The sixline wrasse is back to her old self again after I caught and removed the hawkfish.

The jawfish - well, I love the little guys, but I want to kill them too. One of them is settled in completely. He's the bigger one. He bullys the smaller one once in a while - every three weeks or so. So the little one is now back across the tank again - he just made a huge dust storm today digging up a new burrow. And disturbing my DSB again. Thanks buddy!

Anyways all is well. SPS are growing, and so is everything else. Things are getting fragged back pretty often now, so life is good. At least the tank is paying for itself now 

I'll snap some pictures tomorrow. But for now, here's a quick pic of my newest acquisition:


----------



## KnaveTO

> Anyways all is well. SPS are growing, and so is everything else. Things are getting fragged back pretty often now, so life is good. At least the tank is paying for itself now


You and I are going to have to talk about that


----------



## Doctor T

Glad to hear everything is going well. I too will have to contact you about frags (when I get to that stage...) Btw, what is your QT setup like?


----------



## ameekplec.

I'll let you guys know when I have frags available  It's SPS trimming time soon! Softies are on their way too.

I just keep a 5g or 10g handy for QT. For corals I do a 10 - 15 min dip in Tropic Marin Pro coral cure to get rid of nasties, as well as a go over with needle tip tweezers to remove anything even remotely suspicious. Also, I usually try to remove all of the synthetic bases that aquacultured corals come with.
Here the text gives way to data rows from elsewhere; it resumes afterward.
describe("projects/[projectId]/underlay POST", () => {
  test.each([
    { name: "JSON instead of a form", options: { body: { file: "plan.png" } }, status: 400 },
    { name: "a form without the file field", options: { formData: imageForm(pngBytes(), "image") }, status: 400 },
    { name: "a file that is not an image", options: { formData: imageForm(new Uint8Array(new TextEncoder().encode("hello, not a png")), "file", "image/png") }, status: 415 },
    { name: "a PNG signature with a broken header", options: { formData: imageForm(pngBytes().slice(0, 20)) }, status: 415 },
  ])("$name is $status naming file, and nothing is written", async ({ options, status }) => {
    const before = await countAll(TABLES);
    const reply = await call(uploadUnderlay, "POST", { token: fx.org.designer.token, params: { projectId: fx.projectId }, ...options });
    expect(reply.status, JSON.stringify(reply.body)).toBe(status);
    expect(fieldPaths(reply.body)).toEqual(["file"]);
    expect(await countAll(TABLES)).toEqual(before);
  });

  test("a real PNG header is accepted with its pixel size", async () => {
    const reply = await call(uploadUnderlay, "POST", { token: fx.org.designer.token, params: { projectId: fx.projectId }, formData: imageForm(pngBytes(640, 480)) });
    expect(reply.status).toBe(201);
    expect(reply.body).toMatchObject({ widthPx: 640, heightPx: 480, contentType: "image/png" });
  });
});

describe("catalogue/import POST", () => {
  const header = CATALOGUE_COLUMNS.join(",");
  const csvForm = (content: string | Uint8Array<ArrayBuffer>, field = "file") => {
    const form = new FormData();
    form.set(field, new Blob([content], { type: "text/csv" }), "catalogue.csv");
    return form;
  };
  test.each([
    { name: "JSON instead of CSV", options: { body: { products: [] } }, status: 415, fields: ["file"] },
    { name: "a form without the file field", options: { formData: csvForm(`${header}\nA,1,1,5,1.1,0.9,,,,\n`, "csv") }, status: 400, fields: ["file"] },
    // "name" then a byte that starts no UTF-8 sequence (Latin-1 ÿ).
    { name: "a file that is not UTF-8", options: { formData: csvForm(new Uint8Array([0x6e, 0x61, 0x6d, 0x65, 0xff, 0x0a])) }, status: 400, fields: ["line 1 · (file)"] },
    {
      name: "a bad row next to a good one",
      options: { formData: csvForm(`${header}\nGood,1,1,5,1.1,0.9,,,,\nBad,1,1,5,1.1,7,,,,\n`) },
      status: 400,
      fields: ["line 3 · emissivity"],
    },
    { name: "an unknown column", options: { rawBody: `${header},colour\nA,1,1,5,1.1,0.9,,,,,red\n`, headers: { "content-type": "text/csv" } }, status: 400, fields: ["line 1 · colour"] },
  ])("$name is $status naming $fields, and nothing is written", async ({ options, status, fields }) => {
    const before = await countAll(TABLES);
    const reply = await call(importCatalogue, "POST", { token: fx.org.designer.token, ...options });
    expect(reply.status, JSON.stringify(reply.body)).toBe(status);
    expect(fieldPaths(reply.body)).toEqual(fields);
    expect(await countAll(TABLES)).toEqual(before);
  });
});

describe("query strings", () => {
  test("GET layout with a bad ?revision is 400 at query.revision", async () => {
    const { GET } = await import("@/app/api/projects/[projectId]/layout/route");
    for (const revision of ["abc", "0", "1.5"]) {
      const reply = await call(GET, "GET", { token: fx.org.designer.token, path: `/api/x?revision=${revision}`, params: { projectId: fx.projectId } });
      expect(reply.status, revision).toBe(400);
      expect(fieldPaths(reply.body)).toEqual(["query.revision"]);
    }
    const unknown = await call(GET, "GET", { token: fx.org.designer.token, path: "/api/x?rev=1", params: { projectId: fx.projectId } });
    expect(unknown.status).toBe(400);
    expect(fieldPaths(unknown.body)).toEqual(["query.rev"]);
  });

  test.each([
    { route: "panels/performance", load: () => import("@/app/api/projects/[projectId]/panels/performance/route") },
    { route: "loads", load: () => import("@/app/api/projects/[projectId]/loads/route") },
    { route: "energy", load: () => import("@/app/api/projects/[projectId]/energy/route") },
  ])("GET $route with a bad query is 400 naming each bad field, and nothing is written", async ({ load }) => {
    const { GET } = await load();
    const cases: { query: string; fields: string[] }[] = [
      { query: "", fields: ["query.scenarioId"] },
      { query: "?scenarioId=winter", fields: ["query.scenarioId"] },
      { query: `?scenarioId=${fx.scenarioId}&revision=0`, fields: ["query.revision"] },
      { query: `?scenarioId=${fx.scenarioId}&revision=1.5`, fields: ["query.revision"] },
      { query: "?scenarioId=x&revision=abc", fields: ["query.revision", "query.scenarioId"] },
      { query: `?scenarioId=${fx.scenarioId}&angle=90`, fields: ["query.angle"] },
    ];
    for (const c of cases) {
      const before = await countAll(TABLES);
      const reply = await call(GET, "GET", { token: fx.org.designer.token, path: `/api/x${c.query}`, params: { projectId: fx.projectId } });
      expect(reply.status, c.query).toBe(400);
      expect(fieldPaths(reply.body), c.query).toEqual(c.fields);
      expect(await countAll(TABLES)).toEqual(before);
    }
  });
});

describe("oversized bodies", () => {
  test("a body over 2 MiB is 413 and nothing is written", async () => {
    const before = await countAll(TABLES);
    const reply = await call(createProject, "POST", { token: fx.org.designer.token, rawBody: JSON.stringify({ name: "Big", description: long(2.1 * 1024 * 1024) }) });
    expect(reply.status).toBe(413);
    expect(await countAll(TABLES)).toEqual(before);
  });
});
As for fish, I haven't added a new one in a while, but I QT them in those spare tanks. I always treat with Prazipro - an old habit for when I used to buy more plecos, but good nonetheless, since 90% of marine fish are still WC.

In future, I'm going to FW dip all incoming fish. But I probably won't be adding any fish in here. Next tank


----------



## ameekplec.

Not much has been going on. Except that Jean-Paul (Bigger jawfish) kicked Marty (smaller jawfish) out of another hole (but didn't move in, as usual). So Marty dug himself a new hole, amking another mess in another part of the tank. Oh well, that's life with them two characters.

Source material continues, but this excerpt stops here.